Title: Method for improvement of transparency: use of text mining techniques for reclassification of governmental expenditures records in Brazil
Authors: Gustavo De Oliveira Almeida; Kate Revoredo; Claudia Cappelli; Cristiano Maciel
Addresses: Graduate Program in Business, Federal Fluminense University, Niteroi/RJ, Brazil; Graduate Program in Informatics, Federal University of Rio de Janeiro State, Rio de Janeiro/RJ, Brazil ' Graduate Program in Informatics, Federal University of Rio de Janeiro State, Rio de Janeiro/RJ, Brazil ' Graduate Program in Informatics, Federal University of Rio de Janeiro State, Rio de Janeiro/RJ, Brazil ' Computing Institute, Mato Grosso Federal University, Cuiabá/MT, Brazil
Abstract: Many countries have transparency laws requiring availability of data. However, often data is available but not transparent. We present the Transparency Portal of Brazilian Federal Government case and discuss limitations of public acquisitions data stored in free text format.
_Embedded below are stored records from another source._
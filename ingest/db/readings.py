"""Readings in and out: the ingester's idempotent batch write and the one reading loader."""

from __future__ import annotations

import itertools
from collections.abc import Sequence
from dataclasses import dataclass
from typing import Any, NamedTuple

import numpy as np
import sqlalchemy as sa
from numpy.typing import NDArray
from sqlalchemy.dialects import postgresql, sqlite
from sqlalchemy.engine import Connection, Engine
from sqlalchemy.exc import SQLAlchemyError

from tecfleet.ingest.db.calibration import calibrate_arrays
from tecfleet.ingest.db.engine import marker, now_ms
from tecfleet.ingest.db.tables import SUMMARY_COLUMNS, devices, readings, rejects
from tecfleet.ingest.errors import StoreError


class Reading(NamedTuple):
    """One validated reading of one device (temperatures in °C; a face temperature is None
    where the unit has no probe on that face).

    A named tuple rather than a dataclass: the ingester makes one per reading, and a tuple in
    the insert's column order goes to the driver as it is.
    """

    device_id: str
    ts_ms: int
    t_cabinet: float
    t_cold: float | None
    t_hot: float | None
    t_ambient: float
    current: float
    voltage: float
    seq: int | None = None
    rh: float | None = None
    door_open: bool | None = None
    # The optional interval summaries, in the order of ``SUMMARY_COLUMNS`` (None: not sent).
    interval_s: float | None = None
    t_cabinet_mean: float | None = None
    t_cold_mean: float | None = None
    t_hot_mean: float | None = None
    t_ambient_mean: float | None = None
    current_mean: float | None = None
    current_sq_mean: float | None = None
    power_mean: float | None = None
    on_share: float | None = None
    t_cabinet_min: float | None = None
    t_cabinet_max: float | None = None


assert Reading._fields[-len(SUMMARY_COLUMNS) :] == SUMMARY_COLUMNS
_NO_SUMMARY = (None,) * len(SUMMARY_COLUMNS)


@dataclass(frozen=True, slots=True)
class Reject:
    """One payload (or one item of a batch) that cannot be stored, and why."""

    topic: str
    payload: bytes
    code: str
    reason: str
    device_id: str | None = None
    item: int | None = None


@dataclass(frozen=True, slots=True)
class StatusUpdate:
    device_id: str
    status: str
    at_ms: int


def _newer(bound: Any) -> Any:
    """The device's newest stored reading is older than the batch's (or there is none)."""
    return sa.or_(devices.c.last_reading_ms.is_(None), devices.c.last_reading_ms < bound)


def _older(bound: Any) -> Any:
    """The device's first reading time is later than ``bound`` (or unknown)."""
    return sa.or_(devices.c.first_reading_ms.is_(None), devices.c.first_reading_ms > bound)


# Every right-hand side reads the row as it was before the update (SQL's rule), so the
# cabinet temperature follows the same test as the time it belongs to.
_DEVICE_BUMP = (
    devices.update()
    .where(devices.c.device_id == sa.bindparam("b_device"))
    .values(
        readings=devices.c.readings + sa.bindparam("b_count"),
        last_reading_ms=sa.case(
            (_newer(sa.bindparam("b_newest")), sa.bindparam("b_newest")),
            else_=devices.c.last_reading_ms,
        ),
        last_t_cabinet=sa.case(
            (_newer(sa.bindparam("b_newest")), sa.bindparam("b_t_cabinet")),
            else_=devices.c.last_t_cabinet,
        ),
        first_reading_ms=sa.case(
            (_older(sa.bindparam("b_oldest")), sa.bindparam("b_oldest")),
            else_=devices.c.first_reading_ms,
        ),
    )
)

_OWN = readings.c.device_id == sa.bindparam("b_device")
_NEWEST_TS = sa.select(sa.func.max(readings.c.ts_ms)).where(_OWN).scalar_subquery()
_OLDEST_TS = sa.select(sa.func.min(readings.c.ts_ms)).where(_OWN).scalar_subquery()

_DEVICE_RECOUNT = (
    devices.update()
    .where(devices.c.device_id == sa.bindparam("b_device"))
    .values(
        readings=sa.select(sa.func.count()).select_from(readings).where(_OWN).scalar_subquery(),
        last_reading_ms=_NEWEST_TS,
        last_t_cabinet=sa.select(readings.c.t_cabinet)
        .where(_OWN, readings.c.ts_ms == _NEWEST_TS)
        .scalar_subquery(),
        # The first ever: readings dropped by retention do not move it later.
        first_reading_ms=sa.case(
            (_older(_OLDEST_TS), _OLDEST_TS), else_=devices.c.first_reading_ms
        ),
    )
)


#: Reading's fields without the interval summaries: most units send none, and a batch
#: without them is inserted without those columns.
_BASE_FIELDS = len(Reading._fields) - len(SUMMARY_COLUMNS)


def _insert_columns(summaries: bool) -> str:
    # Reading's field order (with or without the summaries), then the receive time.
    fields = Reading._fields if summaries else Reading._fields[:_BASE_FIELDS]
    return ", ".join((*fields, "received_ms"))


def _insert_readings_sql(connection: Connection, summaries: bool) -> str:
    columns = _insert_columns(summaries)
    values = ", ".join([marker(connection)] * (columns.count(",") + 1))
    return (
        f"INSERT INTO readings ({columns}) VALUES ({values})"
        " ON CONFLICT (device_id, ts_ms) DO NOTHING"
    )


#: Batches of at least this many readings go to PostgreSQL through COPY into a temporary table
#: and one INSERT ... SELECT from it; smaller ones through executemany. Measured by
#: tests/bench/bench_pg_store.py: about 1.4 times the rows per second from 200 readings a batch,
#: no gain at 50 (COPY pays a fixed cost of three more statements per batch).
COPY_MIN_ROWS = 200

_STAGE = "tecfleet_readings_in"
_STAGE_DDL = (
    f"CREATE TEMP TABLE IF NOT EXISTS {_STAGE} (device_id varchar(64), ts_ms bigint,"
    " t_cabinet float8, t_cold float8, t_hot float8, t_ambient float8, current float8,"
    " voltage float8, seq bigint, rh float8, door_open boolean, received_ms bigint"
    + "".join(f", {name} float8" for name in SUMMARY_COLUMNS)
    + ")"
)


def _copy_readings(connection: Connection, rows: Sequence[tuple[Any, ...]], summaries: bool) -> int:
    """Insert ``rows`` (Reading fields, with or without the summaries, then receive time)
    through COPY; returns how many were new. COPY itself cannot skip a reading already stored,
    so the batch goes to a temporary table of this session first and on with
    ``ON CONFLICT DO NOTHING``."""
    columns = _insert_columns(summaries)
    driver = connection.connection.driver_connection
    if driver is None:
        raise StoreError("the database connection is closed")
    with driver.cursor() as cursor:
        cursor.execute(_STAGE_DDL)
        with cursor.copy(f"COPY {_STAGE} ({columns}) FROM STDIN") as copy:
            for row in rows:
                copy.write_row(row)
        cursor.execute(
            f"INSERT INTO readings ({columns}) SELECT {columns} FROM {_STAGE}"
            " ON CONFLICT (device_id, ts_ms) DO NOTHING"
        )
        stored = int(cursor.rowcount)
        # emptied at once: the caller's transaction may store another batch
        cursor.execute(f"DELETE FROM {_STAGE}")
    return stored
We employed text-mining techniques to reclassify descriptive texts of measurement units related to products and services. The solution presented in KNIME and Java aggregated measurements in the original (n = 69,372 with 78% reduction in number of descriptions, 94% items classified) and in cross validation sample (n = 105,266 with 88% reduction, classifying 78% of items). In addition, we tested computational time for processing of texts for a wide range of data input sizes, suggesting the stability and scalability of the solution to process larger datasets. Finally, we produced analysis identifying probable input errors, suppliers and purchasing units with abnormal transactions and factors affecting procurement prices. We present suggestions for future research and improvements.
Keywords: e-government; data mining; open government; text mining; transparency; KNIME; knowledge discovery; techniques; Brazil.
DOI: 10.1504/IJBIDM.2021.112989
International Journal of Business Intelligence and Data Mining, 2021 Vol.18 No.2, pp.155 - 196
Received: 05 Jan 2018
Accepted: 30 Jun 2018
Published online: 15 Feb 2021 *